Provide the number of lines in the records that hold the string "bottom", without any other words.

*** Begin section ***

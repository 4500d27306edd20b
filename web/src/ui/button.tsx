import type { ButtonHTMLAttributes, ReactNode, Ref } from 'react';
import { Button as PrimerButton } from '@primer/react';
import { Link } from 'react-router-dom';
import type { LinkProps } from 'react-router-dom';
import styled from 'styled-components';
import { Icon } from './icon';
import type { IconName } from './icon';

interface Look {
  /** One `primary` per screen; `danger` only to decline and to remove; `quiet` has no edge. */
  variant?: 'default' | 'primary' | 'danger' | 'quiet';
  size?: 'small' | 'medium' | 'large';
  icon?: IconName;
  trailingIcon?: IconName;
  /** Fills its container. */
  block?: boolean;
}

type ButtonProps = Look &
  ButtonHTMLAttributes<HTMLButtonElement> & {
    /** Shows a spinner and takes no second press. */
    loading?: boolean;
    ref?: Ref<HTMLButtonElement>;
    children: ReactNode;
  };

export function Button({
  variant = 'default',
  icon,
  trailingIcon,
  type = 'button',
  children,
  ...rest
}: ButtonProps) {
  return (
    <PrimerButton variant={primerVariant(variant)} type={type} {...visuals(icon, trailingIcon)} {...rest}>
      {children}
    </PrimerButton>
  );
}

/** A link that looks like a button: for going somewhere, not for doing something. */
export function ButtonLink({
  variant = 'default',
  icon,
  trailingIcon,
  children,
  to,
  ...rest
}: Look & Omit<LinkProps, 'color'> & { children: ReactNode }) {
  return (
    <PrimerButton
      as={Link}
      to={to}
      variant={primerVariant(variant)}
      {...visuals(icon, trailingIcon)}
      {...(rest as object)}
    >
      {children}
    </PrimerButton>
  );
}

interface IconButtonProps extends Omit<
  ButtonHTMLAttributes<HTMLButtonElement>,
  'aria-label' | 'aria-labelledby'
> {
  icon: IconName;
  /** Spoken, and shown as a tooltip. */
  label: string;
  variant?: 'default' | 'quiet';
  size?: 'small' | 'medium' | 'large';
  ref?: Ref<HTMLButtonElement>;
}

export function IconButton({
  icon,
  label,
  variant = 'default',
  size = 'small',
  type = 'button',
  ...rest
}: IconButtonProps) {
  return (
    <Square
      aria-label={label}
      title={label}
      variant={primerVariant(variant)}
      size={size}
      type={type}
      {...rest}
    >
      <Icon name={icon} />
    </Square>
  );
}

function primerVariant(variant: NonNullable<Look['variant']>) {
  return variant === 'quiet' ? 'invisible' : variant;
}

function visuals(icon?: IconName, trailingIcon?: IconName) {
  return {
    leadingVisual: icon && <Icon name={icon} />,
    trailingVisual: trailingIcon && <Icon name={trailingIcon} />,
  };
}

const Square = styled(PrimerButton)`
  flex: none;
  padding: 0;
  aspect-ratio: 1;
  &&[data-variant='invisible'] {
    color: var(--mw-ink);
  }
`;
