import type { ReactNode } from 'react';
import styled from 'styled-components';
import { Icon } from './icon';
import type { IconName } from './icon';

type Tone = 'good' | 'caution' | 'bad' | 'info';

interface NoticeProps {
  tone: Tone;
  /** What happened, with the figures. */
  title: string;
  /** What is safe, what next. */
  children?: ReactNode;
  /** Ways out as buttons. */
  actions?: ReactNode;
  /** Spoken at once when it appears after something the person did. */
  alert?: boolean;
}

const ICONS: Record<Tone, IconName> = { good: 'ok', caution: 'warn', bad: 'warn', info: 'help' };

/** A message at the top of the content, or beside what it is about: square, with a 4 px edge. */
export function Notice({ tone, title, children, actions, alert = false }: NoticeProps) {
  return (
    <Box $tone={tone} role={alert ? 'alert' : undefined}>
      <Icon name={ICONS[tone]} size={18} />
      <Words>
        <Title>{title}</Title>
        {children && <Text>{children}</Text>}
      </Words>
      {actions && <Actions>{actions}</Actions>}
    </Box>
  );
}

const COLOURS: Record<Tone, [edge: string, ground: string]> = {
  good: ['--mw-good', '--mw-good-soft'],
  caution: ['--mw-caution', '--mw-caution-soft'],
  bad: ['--mw-bad', '--mw-bad-soft'],
  info: ['--mw-sea', '--mw-sea-soft'],
};

const Box = styled.div<{ $tone: Tone }>`
  display: flex;
  flex-wrap: wrap;
  gap: 8px 12px;
  align-items: flex-start;
  padding: 12px 16px;
  border-left: 4px solid var(${({ $tone }) => COLOURS[$tone][0]});
  background: var(${({ $tone }) => COLOURS[$tone][1]});
  > svg {
    margin-top: 1px;
    color: var(${({ $tone }) => COLOURS[$tone][0]});
  }
`;

const Words = styled.div`
  flex: 1;
  min-width: min(100%, 200px);
`;

const Title = styled.p`
  font-weight: 600;
`;

const Text = styled.div`
  font-size: 13px;
  max-width: 76ch;
`;

const Actions = styled.div`
  display: flex;
  flex-wrap: wrap;
  gap: 8px;
`;
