import { Suspense, lazy, useId, useRef, useState } from 'react';
import type { ReactNode, Ref } from 'react';

// Loaded when somebody is about to open a menu: it is a fifth of what a page weighs.
const load = () => import('./menu-overlay');
const MenuOverlay = lazy(async () => ({ default: (await load()).MenuOverlay }));

interface MenuItem {
  id: string;
  name: string;
  /** Second, quiet line. */
  detail?: string;
  /** Within a group of choices: whether this one holds. Leave out for actions. */
  selected?: boolean;
  onSelect: () => void;
}

export interface MenuGroup {
  id: string;
  heading?: string;
  items: readonly MenuItem[];
}

interface MenuAnchor {
  id: string;
  ref: Ref<HTMLButtonElement>;
  type: 'button';
  'aria-haspopup': 'menu';
  'aria-expanded': boolean;
  onClick: () => void;
  onPointerEnter: () => void;
  onFocus: () => void;
}

export interface MenuProps {
  groups: readonly MenuGroup[];
  /** Draws the button; spread what it is given onto it. */
  anchor: (props: MenuAnchor) => ReactNode;
  width?: 'small' | 'medium';
  side?: 'outside-top' | 'outside-bottom';
}

/** A button that opens a menu of actions or choices. */
export function Menu({ groups, anchor, width = 'small', side = 'outside-bottom' }: MenuProps) {
  const [open, setOpen] = useState(false);
  const button = useRef<HTMLButtonElement>(null);
  const id = useId();
  const preload = () => void load();
  return (
    <>
      {anchor({
        id,
        ref: button,
        type: 'button',
        'aria-haspopup': 'menu',
        'aria-expanded': open,
        onClick: () => setOpen(!open),
        onPointerEnter: preload,
        onFocus: preload,
      })}
      {open && (
        <Suspense>
          <MenuOverlay
            {...{ groups, width, side }}
            labelledBy={id}
            anchorRef={button}
            onClose={() => setOpen(false)}
          />
        </Suspense>
      )}
    </>
  );
}
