import { Field, ID, Int, ObjectType, registerEnumType } from '@nestjs/graphql';
import { Column, Entity, PrimaryGeneratedColumn, VersionColumn } from 'typeorm';
import { safeInteger } from '../../common/bigint.transformer.js';
import { CalendarDateScalar } from '../../common/scalars/calendar-date.scalar.js';
import { DecimalScalar } from '../../common/scalars/decimal.scalar.js';
import { RoundStage } from '../round-stages.js';

export enum PaymentTiming {
  END_OF_YEAR = 'END_OF_YEAR',
  MIDDLE_OF_YEAR = 'MIDDLE_OF_YEAR',
}

registerEnumType(PaymentTiming, {
  name: 'PaymentTiming',
  description: 'When in the year yearly costs are paid.',
});

@ObjectType()
@Entity('round')
export class Round {
  @Field(() => ID)
  @PrimaryGeneratedColumn('uuid')
  id: string;

  @Field()
  @Column('text')
  name: string;

  @Field(() => RoundStage)
  @Column('text')
  stage: RoundStage;

  @Field(() => CalendarDateScalar)
  @Column('date')
  openedOn: string;

  @Field(() => CalendarDateScalar)
  @Column('date')
  scoringClosesOn: string;

  @Field(() => CalendarDateScalar)
  @Column('date')
  decisionDate: string;

  @Column('bigint', { transformer: safeInteger })
  ceilingMinor: number;

  @Field(() => DecimalScalar, {
    description: 'Share of the ceiling that is not spent in the round, in percent.',
  })
  @Column('numeric')
  heldBackPercent: string;

  @Field(() => DecimalScalar, { description: 'Real rate, such as 0.035.' })
  @Column('numeric')
  discountRate: string;

  @Field(() => PaymentTiming)
  @Column('text')
  paymentTiming: PaymentTiming;

  @Field(() => DecimalScalar, { description: 'Such as 0.2. It cannot be recovered, so budgets are gross.' })
  @Column('numeric')
  vatRate: string;

  @Field(() => Int)
  @Column('int')
  longestLeadWeeks: number;

  @Field()
  @Column('text')
  priceBasis: string;

  @Field(() => Int)
  @VersionColumn()
  version: number;
}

*** End section ***

• Written response: 2